• _Required work_
Each line of the records below that holds "equals" should be returned.

• _Stored data entries_
━━━━━━━━━━━━━━━━

/** Which cover is chosen, what is said of each, and what would do if none does; each figure found again by another way. */
class LidQuestionTest {
    private static final Medium AIR = medium("air of the test", Phase.GAS, 1.2, 1.82e-5, OptionalDouble.of(343.0));
    private static final Band BAND = new Band(25.0, 900.0);
    private static final double REFERENCE = 150.0;
    private static final Cylinder ROD = new Cylinder(7.3e-4, 4.1e-5);

    private static final Cover ROOF = new RoofedCover(9e-4, 4e-3);
    private static final Cover VENTED = new VentedCover(3, 1.5e-4, 3e-4, true, 6e-9, 3e-6);

    private static Medium medium(
            String name, Phase phase, double density, double viscosity, OptionalDouble soundSpeed) {
        return new Medium(
                name,
                phase,
                293.15,
                101325.0,
                density,
                viscosity,
                soundSpeed,
                OptionalDouble.empty(),
                List.of(),
                List.of());
    }

    private static Device device(double diameters, double densities) {
        Hair hair = new Hair(ROD.thickened(diameters), densities * 1190.0, OptionalDouble.empty());
        Suspension held = new Suspension(4e-9, 4e-13, 0.0, 0.0, Attitude.UPRIGHT, OptionalDouble.empty());
        return new Device(hair, Optional.of(held), AIR, Covers.OPEN, AIR);
    }

    private static List<Candidate> in(Medium around, Cover... covers) {
        return List.of(covers).stream()
                .map(cover -> new Candidate(cover, around))
                .toList();
    }

    private static Acceptance asked(double rejection) {
        return new Acceptance(OptionalDouble.of(rejection), OptionalDouble.empty());
    }

    private static LidAnswer answer(double rejection, List<Candidate> candidates) {
        return new LidQuestion(device(1.0, 1.0), BAND, asked(rejection), REFERENCE, candidates).answer();
    }

    /** Least rejection on a plain grid of frequencies; no curve is built, no turning point looked for. */
    private static double least(Device device, double from, double to) {
        Response response = new Response(device);
        double least = Double.POSITIVE_INFINITY;
        for (int i = 0; i <= 300; i++) {
            least = FastMath.min(least, response.rejection(from * FastMath.pow(to / from, i / 300.0)));
        }
        return least;
    }

    private static double least(Candidate candidate) {
        return candidate.cover().closed()
                ? Double.POSITIVE_INFINITY
                : least(candidate.over(device(1.0, 1.0)), BAND.from(), BAND.to());
    }

    @Test
    void theFirstInOrderThatMeetsEveryLimitIsChosen() {
        List<Candidate> candidates = new ArrayList<>(in(AIR, Covers.OPEN, ROOF, VENTED, Covers.SEALED));
        int notTheFirst = 0;
        for (int turn = 0; turn < candidates.size(); turn++) {
            Collections.rotate(candidates, 1);
            for (double margin : new double[] {10.0, 20.0, 24.0, 28.0, 40.0, 70.0}) {
                Candidate expected = candidates.stream()
                        .filter(candidate -> least(candidate) >= margin)
                        .findFirst()
                        .orElseThrow();
                LidAnswer answer = answer(margin, candidates);
                assertThat(answer.chosen().orElseThrow().candidate()).isEqualTo(expected);
                assertThat(answer.verdict().decision()).isEqualTo(Decision.MEETS);
                assertThat(answer.verdict().sentence())
                        .contains(
                                expected.cover().equals(Covers.OPEN)
                                        ? "No lid is needed"
                                        : expected.cover().words());
                assertThat(answer.remedies()).isEmpty();
                assertThat(answer.covers()).extracting(CoverRow::candidate).containsExactlyElementsOf(candidates);
                notTheFirst += expected.equals(candidates.get(0)) ? 0 : 1;
            }
        }
        assertThat(notTheFirst).isGreaterThan(3);
    }

    @Test
    void ifNoneDoesTheNearestIsNamedWithWhatItMisses() {
        List<Candidate> candidates = in(AIR, Covers.OPEN, ROOF);
        LidAnswer answer = answer(45.0, candidates);
        assertThat(answer.verdict().decision()).isEqualTo(Decision.FAILS);
        assertThat(answer.chosen()).isEmpty();
        Candidate nearest = least(candidates.get(0)) > least(candidates.get(1)) ? candidates.get(0) : candidates.get(1);
        double misses =
                number("rejection misses by ([\\d.]+) dB", answer.verdict().sentence());
        assertThat(answer.verdict().sentence())
                .contains("The nearest is " + nearest.cover().words() + ":");
        assertThat(misses).isCloseTo(45.0 - least(nearest), within(0.06));
        for (CoverRow row : answer.covers()) {
            assertThat(row.misses()).hasSize(1);
            assertThat(number("by ([\\d.]+) dB", row.misses().get(0)))
                    .isCloseTo(45.0 - least(row.candidate()), within(0.06));
        }
    }

    /** The factor printed does; a hundredth less does not; both found by bisection over a plain grid of frequencies. */
    @Test
    void remediesAreComputed() {
        double margin = 27.0;
        LidAnswer answer = answer(margin, in(AIR, Covers.OPEN));
        assertThat(answer.remedies()).hasSize(3);
        double thicker =
                number("all diameters times ([\\d.]+) \\(", answer.remedies().get(0));
        double denser =
                number("a hair ([\\d.]+) times as dense", answer.remedies().get(1));
        double thickerRoot = bisected(by -> device(by, 1.0), margin);
        double denserRoot = bisected(by -> device(1.0, by), margin);
        assertThat(thickerRoot).isBetween(1.05, 7.0);
        assertThat(denserRoot).isBetween(1.05, 7.0);
        assertThat(thicker).isBetween(thickerRoot - 1e-6, thickerRoot + 0.01);
        assertThat(denser).isBetween(denserRoot - 1e-6, denserRoot + 0.01);
        assertThat(number("largest ([\\d.]+) um", answer.remedies().get(0))).isCloseTo(thicker * 82.0, within(0.06));
        assertThat(number("\\(([\\d.]+) kg/m3\\)", answer.remedies().get(1))).isCloseTo(denser * 1190.0, within(0.6));
        double from = number("from ([\\d.]+) Hz", answer.remedies().get(2));
        double to = number("to ([\\d.]+) Hz", answer.remedies().get(2));
        assertThat(to).isEqualTo(BAND.to());
        assertThat(least(device(1.0, 1.0), from, to)).isGreaterThanOrEqualTo(margin);
        assertThat(least(device(1.0, 1.0), 0.999 * from, to)).isLessThan(margin);
    }

    private static double bisected(DoubleFunction<Device> changed, double margin) {
        double low = 1.0;
        double high = 8.0;
        while (high - low > 1e-7) {
            double middle = 0.5 * (low + high);
            if (least(changed.apply(middle), BAND.from(), BAND.to()) >= margin) {
                high = middle;
            } else {
                low = middle;
            }
        }
        return high;
    }

    private static double number(String pattern, String text) {
        Matcher matcher = Pattern.compile(pattern).matcher(text);
        assertThat(matcher.find()).as(text).isTrue();
        return Double.parseDouble(matcher.group(1));
    }

    @Test
    void whereNothingWithinReachDoesThatIsSaid() {
        assertThat(answer(150.0, in(AIR, Covers.OPEN)).remedies())
                .containsExactly(
                        "no thicker hair of this shape and length keeps every limit",
                        "no hair up to 9520 kg/m3 keeps every limit",
                        "no part of the band keeps the margin");
    }

    /** The hair of a cavity 1.3 times as wide has no room to grow eightfold. */
    @Test
    void aHairIsNotThickenedIntoTheWallOfItsCavity() {
        double section = FastMath.PI * FastMath.pow(1.3 * ROD.radius(), 2);
        Cover narrow = new VentedCover(9, 2e-4, 1e-4, true, 2e-12, section);
        LidAnswer answer = answer(150.0, in(AIR, narrow));
        assertThat(answer.verdict().decision()).isEqualTo(Decision.FAILS);
        assertThat(answer.remedies().get(0)).startsWith("no thicker hair");
    }

    @Test
    void aSealedHairAsDenseAsItsFillIsToldToDiffer() {
        Medium same = medium("brine of the test", Phase.LIQUID, 1190.0, 2e-3, OptionalDouble.empty());
        LidAnswer answer = answer(20.0, in(same, Covers.SEALED));
        assertThat(answer.verdict().decision()).isEqualTo(Decision.FAILS);
        assertThat(answer.remedies())
                .containsExactly(
                        "a hair of another density than its fill: one of 2380 kg/m3 keeps half of its inertial torque");
    }

    @Test
    void withoutALimitCoversAreComparedAndNoneIsChosen() {
        LidQuestion question = new LidQuestion(device(1.0, 1.0), BAND, Acceptance.NONE, REFERENCE, List.of());
        LidAnswer answer = question.answer();
        assertThat(answer.verdict().decision()).isEqualTo(Decision.NOT_ASKED);
        assertThat(answer.chosen()).isEmpty();
        assertThat(answer.remedies()).isEmpty();
        assertThat(answer.covers()).hasSize(4);
        assertThat(answer.required()).hasSize(16); // 25 Hz (25.12) to 900 Hz (794.3)
    }

    /** Lengths of the usual covers, by hand for a hair of 0.73 mm. */
    @Test
    void usualCoversFollowTheHairsLength() {
        List<Candidate> usual = new LidQuestion(device(1.0, 1.0), BAND, asked(20.0), REFERENCE, List.of()).candidates();
        assertThat(usual)
                .extracting(candidate -> candidate.cover().kind())
                .containsExactly("open", "roofed", "vented", "sealed");
        RoofedCover roof = (RoofedCover) usual.get(1).cover();
        assertThat(roof.gap()).isCloseTo(1.095e-3, within(1e-12));
        assertThat(roof.length()).isCloseTo(4.38e-3, within(1e-12));
        VentedCover vented = (VentedCover) usual.get(2).cover();
        assertThat(vented.cavityVolume()).isCloseTo(2.92e-3 * 2.92e-3 * 1.46e-3, within(1e-15));
        assertThat(vented.cavitySection()).isCloseTo(2.92e-3 * 1.46e-3, within(1e-12));
        Cavity cavity = ((SealedCover) usual.get(3).cover()).cavity().orElseThrow();
        assertThat(cavity.diameter()).isCloseTo(2.92e-3, within(1e-12));
        assertThat(cavity.height()).isCloseTo(1.46e-3, within(1e-12));
        // a vented cover breathes by the sound speed of what is in it
        Device mute = new Device(
                device(1.0, 1.0).hair(),
                Optional.empty(),
                Medium.of("plain", 1.2, 1.8e-5),
                Covers.OPEN,
                Medium.of("plain", 1.2, 1.8e-5));
        assertThat(LidQuestion.usual(mute))
                .extracting(candidate -> candidate.cover().kind())
                .containsExactly("open", "roofed", "sealed");
        assertThat(new LidQuestion(device(1.0, 1.0), BAND, asked(20.0), REFERENCE, in(AIR, ROOF)).candidates())
                .hasSize(1);
    }

    /** Each warning at the cover that earns it, once, and at no other. */
    @Test
    void everyWarningStandsOnceWhereItBelongs() {
        Medium near = medium("brine of the test", Phase.LIQUID, 1130.0, 2e-3, OptionalDouble.empty());
        Cover resonant = new VentedCover(1, 1e-4, 2e-3, false, 9e-6, 3e-4);
        double resonance = ((VentedCover) resonant).resonance(AIR).orElseThrow();
        assertThat(resonance).isBetween(BAND.from(), BAND.to());
        List<Candidate> candidates = new ArrayList<>(in(AIR, Covers.OPEN, new RoofedCover(7.5e-4, 4e-3), resonant));
        candidates.add(new Candidate(new SealedCover(Optional.of(new Cavity(3e-3, 3e-3))), near));
        candidates.add(new Candidate(Covers.SEALED, AIR));
        List<CoverRow> rows = answer(20.0, candidates).covers();
        assertOnce(rows, "nearly as dense as the hair: 5.0 % of its inertial torque is left", 3);
        assertOnce(rows, "over the tip is less than the Stokes layer", 1);
        assertOnce(rows, "the vents resonate within the band", 2);
        assertOnce(rows, "a liquid fill", 3);
        assertOnce(rows, "sound transmitted through the lid", 3, 4);
        assertThat(rows.get(0).warnings()).isEmpty();
        assertOnce(rows, "calibrations with and without this cover differ by", differing(rows));
        assertThat(differing(rows)).contains(3).doesNotContain(0);
    }

    private static int[] differing(List<CoverRow> rows) {
        Device bare = device(1.0, 1.0);
        double open = new Response(bare).at(REFERENCE).motion().orElseThrow().norm();
        List<Integer> found = new ArrayList<>();
        for (int i = 0; i < rows.size(); i++) {
            Device covered = rows.get(i).candidate().over(bare);
            double under =
                    new Response(covered).at(REFERENCE).motion().orElseThrow().norm();
            assertThat(rows.get(i).change().change()).isCloseTo(under / open, within(1e-12));
            if (FastMath.abs(under / open - 1.0) > 0.01) {
                found.add(i);
            }
        }
        return found.stream().mapToInt(Integer::intValue).toArray();
    }

    private static void assertOnce(List<CoverRow> rows, String words, int... where) {
        for (int i = 0; i < rows.size(); i++) {
            int row = i;
            long expected = Arrays.stream(where).filter(w -> w == row).count();
            assertThat(rows.get(i).warnings().stream()
                            .filter(warning -> warning.contains(words))
                            .count())
                    .as("%s at %s", words, rows.get(i).candidate().cover().words())
                    .isEqualTo(expected);
        }
    }

    /** A tone so weak that everything is linear: the attenuation that brings its error to the limit, put back, does. */
    @Test
    void attenuationForTheErrorLimitPutBackBringsTheErrorToIt() {
        Tone tone = new Tone("pump", 0.0, 180.0, 1e-6, AIR);
        Acceptance limit = new Acceptance(OptionalDouble.empty(), OptionalDouble.of(2e-6));
        BandsQuestion base = new BandsQuestion(device(1.0, 1.0), BAND, limit, Motion.NONE, List.of(tone));
        LidAnswer answer = new LidQuestion(base, REFERENCE, in(AIR, Covers.OPEN, Covers.SEALED)).answer();
        double attenuation = answer.requiredError().orElseThrow();
        assertThat(attenuation).isGreaterThan(3.0);
        assertThat(answer.chosen().orElseThrow().candidate().cover()).isEqualTo(Covers.SEALED);
        LogTable level = new LogTable(List.of(1.0, 1e4), List.of(attenuation, attenuation));
        Cover measured = new MeasuredCover("put back", level, Optional.empty());
        double error = new LidQuestion(base, REFERENCE, in(AIR, measured))
                .answer()
                .covers()
                .get(0)
                .answer()
                .error()
                .orElseThrow()
                .rms();
        // the sensitivity to motion changes a little under the cover as well
        assertThat(error / 2e-6).isCloseTo(1.0, within(0.05));
    }
}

━━━━━━━━━━━━━━━━

• _Answer space_
                                expected.cover().equals(Covers.OPEN)
                notTheFirst += expected.equals(candidates.get(0)) ? 0 : 1;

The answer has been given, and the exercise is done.